In terms of aoa, I estimated aoas using the Wordbank dataset, which is based on parent report checklists (CDI). 17 of 43 of SV items are not on the CDI, so for those items I estimated aoa using adult aoa estimates, rescaled based on the wordbank data.
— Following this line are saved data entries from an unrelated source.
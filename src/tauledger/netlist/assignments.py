"""The assignments of `.param`, `.func` and `.nodeset` cards: NAME=VALUE, NAME(X,Y)=BODY, V(NODE)=VALUE.

A value is a number, a bare formula without blanks outside parentheses, or a formula in braces or quotes.
"""

from __future__ import annotations

import re

from tauledger.errors import NetlistError
from tauledger.netlist.behaviour import OF_THE_RUN, parse_behaviour
from tauledger.netlist.diagnostics import Site
from tauledger.netlist.expressions import parse_formula
from tauledger.netlist.items import Function, Item, Setting, Value, Word

_NAME = re.compile(r"[A-Za-z_][A-Za-z0-9_]*")
_NODE = re.compile(r"(?:v\s*\(\s*([^(),\s]+)\s*\)|all)\s*=", re.IGNORECASE)
# No node can have this name.
ALL = "v(*)"
_CLOSING = {"{": "}", "'": "'", '"': '"'}


def parse_assignments(site: Site) -> tuple[Item, ...]:
    """Give the card's word and its assignments as Settings; raises NetlistError where it is no row of assignments."""
    text = site.card.text
    word = text.split(maxsplit=1)[0]
    items: list[Item] = [Word(word, 0)]
    at = _skip(text, len(word))
    if at == len(text):
        raise site.fault(at, "an assignment is missing", "write .param name=value")
    while at < len(text):
        if text[at] == ",":
            raise site.fault(at, "a comma cannot stand between assignments", "separate them by blanks")
        match = _NAME.match(text, at)
        if match is None:
            formula = text[at] in "+-*/^%<>=!&|?:("
            hint = "a formula with blanks stands in braces: name={a + b}" if formula else "letters, digits and _"
            raise site.fault(at, "the name of a parameter is expected here", hint)
        name = Word(match.group(), at)
        equals = _skip(text, match.end())
        if equals < len(text) and text[equals] == "(":
            function, at = _function(site, name, equals)
            items.append(function)
            at = _skip(text, at)
            continue
        if equals == len(text) or text[equals] != "=":
            message = "name=value is expected here"
            raise site.fault(name, message, "a formula with blanks stands in braces: name={a + b}")
        start = _skip(text, equals + 1)
        value, at = _value(site, start)
        items.append(Setting(name, value))
        at = _skip(text, at)
    return tuple(items)


def parse_functions(site: Site) -> tuple[Item, ...]:
    """Give the items of a `.func` card: its word and one function, NAME(X,Y) {BODY}, with or without equals sign."""
    text = site.card.text
    word = text.split(maxsplit=1)[0]
    at = _skip(text, len(word))
    match = _NAME.match(text, at)
    opening = _skip(text, match.end()) if match else at
    if match is None or text[opening : opening + 1] != "(":
        raise site.fault(at, "the name of a function and its arguments are expected here", "write .func f(x) {2*x}")
    function, end = _function(site, Word(match.group(), at), opening)
    if text[end:].strip():
        raise site.fault(_skip(text, end), "the function has ended before this", "put its body in braces: {..}")
    return (Word(word, 0), function)


def parse_nodesets(site: Site) -> tuple[Item, ...]:
    """Give the items of a `.nodeset` card: its word and a setting for each v(node)=value; ALL names them all."""
    text = site.card.text
    word = text.split(maxsplit=1)[0]
    items: list[Item] = [Word(word, 0)]
    at = _skip(text, len(word))
    while at < len(text):
        match = _NODE.match(text, at)
        if match is None:
            raise site.fault(at, "v(node)=value is expected here", "write .nodeset v(out)=2.5")
        name = Word(match.group(1), match.start(1)) if match.group(1) else Word(ALL, at)
        value, at = _value(site, _skip(text, match.end()))
        items.append(Setting(name, value))
        at = _skip(text, at)
    return tuple(items)


def _function(site: Site, name: Word, opening: int) -> tuple[Function, int]:
    """Read the arguments that begin at `opening` and the body; give the offset behind it."""
    text = site.card.text
    closing = text.find(")", opening)
    if closing < 0:
        raise site.fault(opening, "this parenthesis is not closed", "close it with )")
    parameters = tuple(text[opening + 1 : closing].replace(",", " ").split())
    for parameter in parameters:
        if _NAME.fullmatch(parameter) is None:
            raise site.fault(text.find(parameter, opening), "the name of an argument is expected here")
    start = _skip(text, closing + 1)
    if text[start : start + 1] == "=":
        start = _skip(text, start + 1)
    if start == len(text):
        raise site.fault(start, "the body of the function is missing", "write .func f(x) {2*x}")
    quote = _CLOSING.get(text[start], "")
    end = text.find(quote, start + 1) if quote else start + len(text[start:].split(maxsplit=1)[0])
    if end < 0:
        raise site.fault(start, f"this is not closed: {quote} is missing")
    inner = start + len(quote)
    body = text[inner:end]
    if OF_THE_RUN.search(body):
        return Function(name, parameters, None, parse_behaviour(site, body, start, inner)), end + len(quote)
    formula = parse_formula(site, body, start, inner)
    try:
        behaviour = parse_behaviour(site, body, start, inner)
    except NetlistError:
        # The numeric dialect has operators that a source does not have.
        return Function(name, parameters, formula, None), end + len(quote)
    return Function(name, parameters, formula, behaviour), end + len(quote)


def _skip(text: str, at: int) -> int:
    while at < len(text) and text[at] in " \t":
        at += 1
    return at


def _value(site: Site, start: int) -> tuple[Value, int]:
    """Give the value that begins at `start`, and the offset behind it."""
    text = site.card.text
    if start == len(text):
        raise site.fault(start, "the value is missing", "write .param name=value")
    closing = _CLOSING.get(text[start])
    if closing is not None:
        end = text.find(closing, start + 1)
        if end < 0:
            raise site.fault(start, f"this is not closed: {closing} is missing")
        if closing == '"':
            raise site.fault(start, "text as a parameter is not supported by this version", wide=end + 1 - start)
        return parse_formula(site, text[start + 1 : end], start, start + 1), end + 1
    end, depth = start, 0
    while end < len(text) and (depth > 0 or text[end] not in " \t,"):
        depth += {"(": 1, ")": -1}.get(text[end], 0)
        end += 1
    return parse_formula(site, text[start:end], start, start), end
## Read in data, clean and merge.

# norms for Snodagrass and Vanderwart pictures (from Cyowicz, et al. 1997)
snod.norms = read.csv("cycowicz_data.csv") 

# wordbank aoas
aoa.norms.wb = read.csv("eng_ws_production_aoas.csv")  %>%
  rename(wb.aoa = aoa) %>%
  filter(category == "animals") %>%
  mutate(definition = unlist(lapply(strsplit(as.character(definition),
                                             "\\("), function(x) x[1])),
  definition = str_trim(definition))

# Kuperman et al AOAs (for missing values from wordbank)
aoa.norms.kuperman = read.csv("AoA_ratings_Kuperman_et_al_BRM.csv") %>%
  select(Word, Rating.Mean) %>%
  rename(adult.aoa = Rating.Mean)

sna = snod.norms %>%
    left_join(aoa.norms.wb %>% select(wb.aoa, definition),
        c("Intentional.name" = "definition")) %>%
      left_join(aoa.norms.kuperman, c("Intentional.name"="Word")) %>%
    filter(is_insect == 0) %>%
    select(-is_insect, -modal.name) %>%
    arrange(wb.aoa)
## Rescale adult aoas for missing wb aoas.
scale.params = summary(lm(wb.aoa ~ adult.aoa, sna)) %>%
  tidy() %>%
  select(estimate)

intercept = scale.params[1,1]
slope = scale.params[2,1]

sna = sna %>%
  mutate(all.aoa = ifelse(is.na(wb.aoa), 
                          intercept + (adult.aoa*slope), wb.aoa),
         imputed = ifelse(is.na(wb.aoa), "estimated", "reported")) %>%
  arrange(all.aoa) %>%
  mutate(n = 1:n())

#ggplot(sna, aes(x = all.aoa, y = adult.aoa)) +
#  geom_point(aes(color = imputed), size = 2) +
#  geom_smooth(method = "lm") 

Correlations between norms

Aoas are negatively correlated with percent agreement (words that are learned later have less naming agreement). Familarity and (visual) complexity are additional child-rated measures.

correlate(sna %>%  select(4:6,9)) %>%
  shave() %>%
  fashion() %>%
  kable()
rowname percent_agreement Familiarity Complexity all.aoa
percent_agreement
Familiarity .40
Complexity -.39 -.26
all.aoa -.65 -.46 .25

Distribution of aoas and percentage agreement

Aoas are given in months and denote the age at which at least 50 percent of children know the word. The red dash reference line in the left facet corresponds to two years of age.

sna %>%
  gather(measure, value, c(4,9)) %>%
  mutate(ref = ifelse(measure == "all.aoa", 24, 50)) %>%
  ggplot(aes(x = value)) +
  geom_histogram() + 
  geom_vline(aes(xintercept = ref), linetype = 2, color = "red") +
  facet_wrap(~measure, scales = "free_x") +
  theme_bw()

All items

(sorted by aoa)

kable(sna %>% select(11,2,9,4,5,6), 
      col.names = c("", "name", "aoa (months)", "% child agreement",
                    "child familiarity", "child visual complexity"))
name aoa (months) % child agreement child familiarity child visual complexity
1 dog 12.79127 100 3.47 3.80
2 duck 16.37416 93 2.67 3.60
3 bird 16.41657 90 3.07 4.07
4 cat 17.28150 100 3.00 3.80
5 fish 18.57089 100 2.93 3.13
6 bear 18.58330 80 2.50 3.93
7 cow 19.63397 87 2.70 3.89
8 horse 20.06142 97 3.53 3.53
9 rabbit 20.06388 70 3.40 3.93
10 pig 20.47164 100 1.81 3.67
11 monkey 20.87461 97 3.20 3.60
12 elephant 22.09924 100 2.93 4.00
13 chicken 22.16242 50 1.97 4.10
14 mouse 22.39705 77 2.52 3.34
15 lion 22.42629 90 2.00 3.93
16 sheep 22.79360 40 2.44 4.04
17 owl 23.27922 93 1.83 4.03
18 tiger 23.28858 77 2.21 4.57
19 fox 23.57170 73 2.21 3.79
20 giraffe 23.80614 83 2.79 4.14
21 snake 23.83154 97 2.33 2.53
22 camel 23.86402 90 2.17 3.90
23 goat 24.18881 60 2.07 4.00
24 squirrel 24.38394 83 3.07 3.97
25 zebra 24.40859 97 2.38 4.17
26 skunk 24.54609 73 2.64 4.00
27 alligator 24.70700 60 1.80 4.13
28 seal 24.87089 80 2.59 3.83
29 kangaroo 25.29313 90 2.93 3.90
30 gorilla 25.91024 70 2.47 4.13
31 peacock 25.97520 40 2.04 4.44
32 deer 26.02419 70 2.77 3.92
33 eagle 26.20256 30 2.77 4.31
34 seahorse 26.20256 50 2.70 4.04
35 penguin 26.33383 93 2.86 3.71
36 rooster 26.72931 40 2.59 3.97
37 rhinoceros 26.75472 43 1.85 3.77
38 donkey 27.66212 70 2.60 3.60
39 swan 27.79407 57 2.93 3.29
40 ostrich 28.11887 37 2.09 4.00
41 raccoon 29.32063 47 2.04 4.13
42 leopard 29.48302 30 2.15 3.77
43 lobster 31.43181 53 2.08 4.62

So, the question is, what should we try to optimize in selecting the stimulus set?